• What is being asked:
Show every line below where "earlier" can be found.

• Record set:

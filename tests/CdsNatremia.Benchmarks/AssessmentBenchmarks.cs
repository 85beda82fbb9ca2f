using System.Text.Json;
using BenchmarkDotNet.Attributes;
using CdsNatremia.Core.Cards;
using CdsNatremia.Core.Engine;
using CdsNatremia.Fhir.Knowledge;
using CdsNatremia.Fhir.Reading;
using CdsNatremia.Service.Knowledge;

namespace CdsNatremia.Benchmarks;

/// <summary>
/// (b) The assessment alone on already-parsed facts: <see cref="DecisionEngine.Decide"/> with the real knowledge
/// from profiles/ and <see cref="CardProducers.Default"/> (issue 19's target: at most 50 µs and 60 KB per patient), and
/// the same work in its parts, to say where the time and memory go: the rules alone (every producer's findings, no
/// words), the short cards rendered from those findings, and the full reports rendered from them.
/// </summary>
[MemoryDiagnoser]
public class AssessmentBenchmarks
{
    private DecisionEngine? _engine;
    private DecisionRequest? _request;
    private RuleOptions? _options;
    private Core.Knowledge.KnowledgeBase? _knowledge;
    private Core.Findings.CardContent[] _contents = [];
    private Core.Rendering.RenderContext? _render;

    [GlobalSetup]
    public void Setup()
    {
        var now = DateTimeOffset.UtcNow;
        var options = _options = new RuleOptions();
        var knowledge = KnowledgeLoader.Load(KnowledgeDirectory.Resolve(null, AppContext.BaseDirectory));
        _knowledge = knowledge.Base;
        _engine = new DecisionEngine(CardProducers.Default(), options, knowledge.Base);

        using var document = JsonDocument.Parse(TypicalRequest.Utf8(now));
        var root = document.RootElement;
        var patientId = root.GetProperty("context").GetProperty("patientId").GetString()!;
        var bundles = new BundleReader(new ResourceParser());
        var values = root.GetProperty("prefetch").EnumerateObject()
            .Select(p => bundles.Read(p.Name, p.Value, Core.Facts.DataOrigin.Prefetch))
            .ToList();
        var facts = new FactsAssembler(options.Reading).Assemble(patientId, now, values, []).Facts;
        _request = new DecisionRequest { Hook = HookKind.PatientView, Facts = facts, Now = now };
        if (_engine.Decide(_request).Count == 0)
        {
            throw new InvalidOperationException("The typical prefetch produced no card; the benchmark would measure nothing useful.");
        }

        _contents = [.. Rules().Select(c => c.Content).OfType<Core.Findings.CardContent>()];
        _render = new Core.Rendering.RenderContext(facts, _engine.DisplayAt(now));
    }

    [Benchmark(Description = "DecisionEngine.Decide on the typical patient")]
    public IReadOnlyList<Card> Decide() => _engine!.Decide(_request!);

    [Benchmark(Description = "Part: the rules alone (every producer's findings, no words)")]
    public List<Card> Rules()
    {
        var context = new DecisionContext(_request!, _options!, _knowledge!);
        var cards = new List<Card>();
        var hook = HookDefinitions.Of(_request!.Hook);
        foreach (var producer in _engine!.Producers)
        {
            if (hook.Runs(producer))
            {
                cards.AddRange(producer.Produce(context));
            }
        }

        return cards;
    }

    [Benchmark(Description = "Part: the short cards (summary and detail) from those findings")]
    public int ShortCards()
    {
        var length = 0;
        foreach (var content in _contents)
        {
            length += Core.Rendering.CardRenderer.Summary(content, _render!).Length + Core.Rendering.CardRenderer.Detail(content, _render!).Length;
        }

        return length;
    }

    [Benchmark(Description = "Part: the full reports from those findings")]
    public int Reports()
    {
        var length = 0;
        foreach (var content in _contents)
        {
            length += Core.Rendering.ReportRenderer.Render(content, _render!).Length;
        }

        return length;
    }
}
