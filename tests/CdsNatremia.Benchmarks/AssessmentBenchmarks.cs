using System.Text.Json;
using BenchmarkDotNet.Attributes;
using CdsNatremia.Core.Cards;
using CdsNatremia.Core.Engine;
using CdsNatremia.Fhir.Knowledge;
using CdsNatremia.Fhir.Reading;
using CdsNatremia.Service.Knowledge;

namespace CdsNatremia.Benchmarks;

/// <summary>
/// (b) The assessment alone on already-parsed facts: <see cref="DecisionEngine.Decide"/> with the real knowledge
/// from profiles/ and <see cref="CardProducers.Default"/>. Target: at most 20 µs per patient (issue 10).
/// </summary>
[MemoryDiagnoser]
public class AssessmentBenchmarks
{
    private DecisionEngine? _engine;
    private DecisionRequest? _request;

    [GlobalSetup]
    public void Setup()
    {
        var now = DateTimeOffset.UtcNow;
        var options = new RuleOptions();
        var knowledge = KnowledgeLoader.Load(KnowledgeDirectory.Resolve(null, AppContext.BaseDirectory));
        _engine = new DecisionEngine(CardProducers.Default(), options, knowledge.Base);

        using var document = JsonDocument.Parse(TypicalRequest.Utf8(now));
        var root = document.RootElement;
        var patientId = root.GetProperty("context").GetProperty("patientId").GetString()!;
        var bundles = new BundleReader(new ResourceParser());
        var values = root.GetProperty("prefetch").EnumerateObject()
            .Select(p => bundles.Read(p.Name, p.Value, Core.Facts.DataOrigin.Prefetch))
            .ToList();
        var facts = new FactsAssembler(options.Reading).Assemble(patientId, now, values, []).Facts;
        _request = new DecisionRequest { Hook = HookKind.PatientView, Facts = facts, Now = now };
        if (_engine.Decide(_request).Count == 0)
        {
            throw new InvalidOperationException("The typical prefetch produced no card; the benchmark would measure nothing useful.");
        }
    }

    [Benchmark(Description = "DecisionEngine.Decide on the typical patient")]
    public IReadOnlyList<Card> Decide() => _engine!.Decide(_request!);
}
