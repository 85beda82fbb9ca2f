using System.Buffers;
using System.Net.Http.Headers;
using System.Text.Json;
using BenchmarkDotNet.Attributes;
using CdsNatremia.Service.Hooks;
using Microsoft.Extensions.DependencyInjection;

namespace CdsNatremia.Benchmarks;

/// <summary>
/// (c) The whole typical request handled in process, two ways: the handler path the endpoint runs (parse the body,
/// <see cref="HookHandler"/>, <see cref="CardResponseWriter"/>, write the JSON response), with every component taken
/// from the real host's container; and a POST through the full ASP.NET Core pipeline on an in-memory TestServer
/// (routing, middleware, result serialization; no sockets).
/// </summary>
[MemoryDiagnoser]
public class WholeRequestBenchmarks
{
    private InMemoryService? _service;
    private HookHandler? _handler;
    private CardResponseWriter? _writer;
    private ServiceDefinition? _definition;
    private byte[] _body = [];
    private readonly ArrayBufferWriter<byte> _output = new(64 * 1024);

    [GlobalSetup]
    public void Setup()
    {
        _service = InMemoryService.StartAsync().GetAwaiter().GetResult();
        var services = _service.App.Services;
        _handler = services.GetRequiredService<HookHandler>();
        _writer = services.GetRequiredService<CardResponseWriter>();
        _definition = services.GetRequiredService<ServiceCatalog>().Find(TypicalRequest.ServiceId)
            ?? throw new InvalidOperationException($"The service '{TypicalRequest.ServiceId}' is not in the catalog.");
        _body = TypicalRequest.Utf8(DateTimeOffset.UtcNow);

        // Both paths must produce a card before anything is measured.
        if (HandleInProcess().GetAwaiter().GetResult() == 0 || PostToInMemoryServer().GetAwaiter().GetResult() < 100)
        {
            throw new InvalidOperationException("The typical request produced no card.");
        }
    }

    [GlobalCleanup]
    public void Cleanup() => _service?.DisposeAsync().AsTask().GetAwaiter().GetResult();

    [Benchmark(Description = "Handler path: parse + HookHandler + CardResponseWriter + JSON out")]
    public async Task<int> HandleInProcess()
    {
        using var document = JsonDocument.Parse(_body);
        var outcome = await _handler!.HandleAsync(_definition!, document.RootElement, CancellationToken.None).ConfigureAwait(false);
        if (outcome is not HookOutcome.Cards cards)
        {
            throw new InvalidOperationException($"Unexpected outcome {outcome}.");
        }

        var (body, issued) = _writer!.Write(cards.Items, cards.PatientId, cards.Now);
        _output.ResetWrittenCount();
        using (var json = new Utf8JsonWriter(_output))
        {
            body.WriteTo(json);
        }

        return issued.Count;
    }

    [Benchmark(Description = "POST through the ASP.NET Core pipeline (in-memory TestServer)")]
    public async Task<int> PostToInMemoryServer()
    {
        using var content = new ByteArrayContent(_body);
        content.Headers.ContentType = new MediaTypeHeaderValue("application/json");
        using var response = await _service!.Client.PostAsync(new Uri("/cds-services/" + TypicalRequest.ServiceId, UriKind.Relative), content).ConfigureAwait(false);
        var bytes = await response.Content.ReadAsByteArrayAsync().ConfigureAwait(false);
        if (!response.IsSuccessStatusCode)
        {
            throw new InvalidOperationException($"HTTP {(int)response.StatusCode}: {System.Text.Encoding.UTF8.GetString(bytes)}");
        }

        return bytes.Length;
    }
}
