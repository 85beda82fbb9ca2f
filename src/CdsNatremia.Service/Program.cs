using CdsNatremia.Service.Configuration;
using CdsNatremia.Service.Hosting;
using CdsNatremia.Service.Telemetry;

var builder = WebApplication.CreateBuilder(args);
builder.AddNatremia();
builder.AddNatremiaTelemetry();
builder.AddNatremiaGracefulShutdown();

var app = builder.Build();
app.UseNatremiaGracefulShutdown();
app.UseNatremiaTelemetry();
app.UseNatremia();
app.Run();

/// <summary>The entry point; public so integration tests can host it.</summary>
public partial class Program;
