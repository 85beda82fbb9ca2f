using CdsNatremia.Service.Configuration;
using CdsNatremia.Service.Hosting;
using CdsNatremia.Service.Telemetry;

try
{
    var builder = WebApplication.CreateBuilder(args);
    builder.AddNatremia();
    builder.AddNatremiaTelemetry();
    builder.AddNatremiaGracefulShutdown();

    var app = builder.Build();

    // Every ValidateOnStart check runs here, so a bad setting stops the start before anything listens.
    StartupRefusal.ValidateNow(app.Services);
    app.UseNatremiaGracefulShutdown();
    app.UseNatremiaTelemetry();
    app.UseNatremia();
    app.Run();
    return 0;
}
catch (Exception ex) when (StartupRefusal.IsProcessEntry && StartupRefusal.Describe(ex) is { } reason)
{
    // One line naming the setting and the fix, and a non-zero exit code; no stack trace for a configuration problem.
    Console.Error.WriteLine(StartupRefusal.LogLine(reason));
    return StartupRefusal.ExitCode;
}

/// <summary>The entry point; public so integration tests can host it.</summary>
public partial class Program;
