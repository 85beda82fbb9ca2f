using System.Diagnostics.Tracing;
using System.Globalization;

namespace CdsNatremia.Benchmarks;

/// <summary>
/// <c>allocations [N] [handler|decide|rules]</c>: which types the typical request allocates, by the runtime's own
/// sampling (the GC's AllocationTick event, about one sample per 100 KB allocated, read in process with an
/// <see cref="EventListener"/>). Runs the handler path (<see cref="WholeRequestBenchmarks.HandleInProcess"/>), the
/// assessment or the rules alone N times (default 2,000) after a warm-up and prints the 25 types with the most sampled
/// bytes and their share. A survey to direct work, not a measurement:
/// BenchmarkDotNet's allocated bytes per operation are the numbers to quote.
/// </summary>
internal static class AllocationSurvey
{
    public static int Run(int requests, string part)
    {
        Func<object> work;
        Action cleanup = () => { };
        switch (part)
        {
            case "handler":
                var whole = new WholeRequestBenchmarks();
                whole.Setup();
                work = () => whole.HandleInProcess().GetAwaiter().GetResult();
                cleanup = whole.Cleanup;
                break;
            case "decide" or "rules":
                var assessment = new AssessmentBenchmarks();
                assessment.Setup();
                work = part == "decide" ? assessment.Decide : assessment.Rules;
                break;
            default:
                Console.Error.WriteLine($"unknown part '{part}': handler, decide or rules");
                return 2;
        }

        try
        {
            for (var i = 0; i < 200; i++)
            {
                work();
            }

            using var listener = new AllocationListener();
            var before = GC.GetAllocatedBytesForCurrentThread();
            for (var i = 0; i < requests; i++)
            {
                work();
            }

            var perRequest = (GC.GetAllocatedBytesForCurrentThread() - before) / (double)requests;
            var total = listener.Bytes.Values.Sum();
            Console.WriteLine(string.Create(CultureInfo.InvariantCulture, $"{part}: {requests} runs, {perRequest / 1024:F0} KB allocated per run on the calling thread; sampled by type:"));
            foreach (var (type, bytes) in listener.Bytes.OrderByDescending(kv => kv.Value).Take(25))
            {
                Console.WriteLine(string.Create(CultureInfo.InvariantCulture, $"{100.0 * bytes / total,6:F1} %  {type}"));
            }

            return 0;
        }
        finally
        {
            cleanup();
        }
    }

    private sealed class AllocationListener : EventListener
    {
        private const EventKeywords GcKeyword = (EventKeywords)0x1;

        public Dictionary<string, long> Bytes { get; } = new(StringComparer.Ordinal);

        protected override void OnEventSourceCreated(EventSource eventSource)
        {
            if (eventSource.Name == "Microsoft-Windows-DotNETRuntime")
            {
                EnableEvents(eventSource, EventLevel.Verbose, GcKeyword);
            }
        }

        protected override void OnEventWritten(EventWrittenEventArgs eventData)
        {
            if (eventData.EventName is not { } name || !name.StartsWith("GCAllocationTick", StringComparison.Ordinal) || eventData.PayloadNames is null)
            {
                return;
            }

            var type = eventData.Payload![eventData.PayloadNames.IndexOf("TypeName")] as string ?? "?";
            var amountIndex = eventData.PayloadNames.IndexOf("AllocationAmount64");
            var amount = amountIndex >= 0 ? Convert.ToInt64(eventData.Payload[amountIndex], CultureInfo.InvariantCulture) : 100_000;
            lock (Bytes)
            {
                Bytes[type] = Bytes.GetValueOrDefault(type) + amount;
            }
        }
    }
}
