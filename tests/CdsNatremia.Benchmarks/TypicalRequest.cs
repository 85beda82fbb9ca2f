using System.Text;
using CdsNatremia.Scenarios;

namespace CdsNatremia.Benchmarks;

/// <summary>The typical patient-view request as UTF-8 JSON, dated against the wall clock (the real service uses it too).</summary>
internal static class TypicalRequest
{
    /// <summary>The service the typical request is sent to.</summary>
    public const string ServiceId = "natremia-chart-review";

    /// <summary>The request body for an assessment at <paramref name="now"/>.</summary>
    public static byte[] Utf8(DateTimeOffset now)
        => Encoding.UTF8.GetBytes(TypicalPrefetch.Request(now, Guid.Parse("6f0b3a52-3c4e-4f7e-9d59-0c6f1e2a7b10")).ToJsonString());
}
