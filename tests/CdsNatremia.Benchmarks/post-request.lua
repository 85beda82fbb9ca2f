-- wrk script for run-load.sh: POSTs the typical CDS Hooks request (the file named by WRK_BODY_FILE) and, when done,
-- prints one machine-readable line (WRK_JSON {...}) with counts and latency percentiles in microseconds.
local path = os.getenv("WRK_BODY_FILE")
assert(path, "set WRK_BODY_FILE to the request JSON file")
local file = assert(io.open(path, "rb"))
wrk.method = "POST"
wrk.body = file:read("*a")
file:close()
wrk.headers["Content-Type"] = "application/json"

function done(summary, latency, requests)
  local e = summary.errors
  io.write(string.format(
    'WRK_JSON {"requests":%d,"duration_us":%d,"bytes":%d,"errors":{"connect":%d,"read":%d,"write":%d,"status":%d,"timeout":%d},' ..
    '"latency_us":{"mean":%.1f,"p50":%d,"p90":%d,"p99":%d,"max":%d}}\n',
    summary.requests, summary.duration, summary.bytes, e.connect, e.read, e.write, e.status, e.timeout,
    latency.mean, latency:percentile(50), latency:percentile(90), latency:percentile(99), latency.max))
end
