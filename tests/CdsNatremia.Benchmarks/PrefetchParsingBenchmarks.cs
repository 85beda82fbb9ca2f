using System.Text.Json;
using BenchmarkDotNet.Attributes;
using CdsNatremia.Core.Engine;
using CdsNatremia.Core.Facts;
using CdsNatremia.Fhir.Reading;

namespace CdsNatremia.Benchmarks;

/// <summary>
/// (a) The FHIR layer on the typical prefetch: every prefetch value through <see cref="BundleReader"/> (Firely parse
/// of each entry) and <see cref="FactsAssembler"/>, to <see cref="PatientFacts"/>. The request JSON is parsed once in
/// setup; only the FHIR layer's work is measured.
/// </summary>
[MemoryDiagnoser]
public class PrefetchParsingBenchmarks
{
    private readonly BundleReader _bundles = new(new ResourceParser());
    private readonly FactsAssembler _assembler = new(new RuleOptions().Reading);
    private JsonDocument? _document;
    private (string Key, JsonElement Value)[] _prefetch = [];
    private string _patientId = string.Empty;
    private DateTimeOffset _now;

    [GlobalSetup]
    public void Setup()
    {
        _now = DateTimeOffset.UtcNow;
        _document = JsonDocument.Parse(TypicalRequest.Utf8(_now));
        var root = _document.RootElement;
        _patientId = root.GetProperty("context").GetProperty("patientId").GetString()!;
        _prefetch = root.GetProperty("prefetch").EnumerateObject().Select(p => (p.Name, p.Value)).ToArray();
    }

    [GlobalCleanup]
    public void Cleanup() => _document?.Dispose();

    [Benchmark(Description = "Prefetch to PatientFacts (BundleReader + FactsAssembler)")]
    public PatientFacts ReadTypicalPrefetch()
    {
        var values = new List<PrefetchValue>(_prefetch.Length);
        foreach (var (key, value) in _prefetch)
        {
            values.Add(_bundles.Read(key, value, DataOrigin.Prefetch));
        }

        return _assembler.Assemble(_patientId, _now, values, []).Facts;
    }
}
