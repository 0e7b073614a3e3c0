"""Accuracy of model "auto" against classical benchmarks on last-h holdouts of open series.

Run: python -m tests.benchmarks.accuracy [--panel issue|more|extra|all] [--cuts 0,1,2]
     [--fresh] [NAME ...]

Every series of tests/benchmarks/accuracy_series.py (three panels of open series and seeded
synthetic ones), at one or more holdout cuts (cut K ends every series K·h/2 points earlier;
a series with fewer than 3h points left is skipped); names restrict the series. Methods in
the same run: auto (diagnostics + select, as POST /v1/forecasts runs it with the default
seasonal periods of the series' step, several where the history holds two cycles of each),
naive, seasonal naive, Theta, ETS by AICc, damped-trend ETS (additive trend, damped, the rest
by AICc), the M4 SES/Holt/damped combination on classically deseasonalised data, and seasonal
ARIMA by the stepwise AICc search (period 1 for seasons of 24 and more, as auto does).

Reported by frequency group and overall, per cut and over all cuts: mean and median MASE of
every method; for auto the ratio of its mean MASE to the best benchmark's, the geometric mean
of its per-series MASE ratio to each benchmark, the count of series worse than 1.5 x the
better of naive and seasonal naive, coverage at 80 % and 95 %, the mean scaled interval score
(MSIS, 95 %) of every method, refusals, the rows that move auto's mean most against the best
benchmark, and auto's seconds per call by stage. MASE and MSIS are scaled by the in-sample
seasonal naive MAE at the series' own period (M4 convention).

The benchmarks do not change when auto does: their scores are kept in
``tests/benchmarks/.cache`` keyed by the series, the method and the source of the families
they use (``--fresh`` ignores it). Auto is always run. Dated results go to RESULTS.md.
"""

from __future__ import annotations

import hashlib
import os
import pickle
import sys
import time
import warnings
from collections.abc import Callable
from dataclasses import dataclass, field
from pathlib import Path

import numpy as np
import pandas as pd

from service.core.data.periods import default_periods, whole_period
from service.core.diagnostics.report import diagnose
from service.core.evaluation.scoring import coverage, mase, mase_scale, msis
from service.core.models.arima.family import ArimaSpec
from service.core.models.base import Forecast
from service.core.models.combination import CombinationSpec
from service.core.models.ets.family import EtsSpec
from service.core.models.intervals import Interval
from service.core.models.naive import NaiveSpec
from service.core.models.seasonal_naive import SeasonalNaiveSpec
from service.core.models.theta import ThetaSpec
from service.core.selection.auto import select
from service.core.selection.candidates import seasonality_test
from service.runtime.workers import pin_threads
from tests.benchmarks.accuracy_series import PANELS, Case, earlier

• Output for this task:
synthetic ones), at one or more holdout cuts (cut K ends every series K·h/2 points earlier;
from tests.benchmarks.accuracy_series import PANELS, Case, earlier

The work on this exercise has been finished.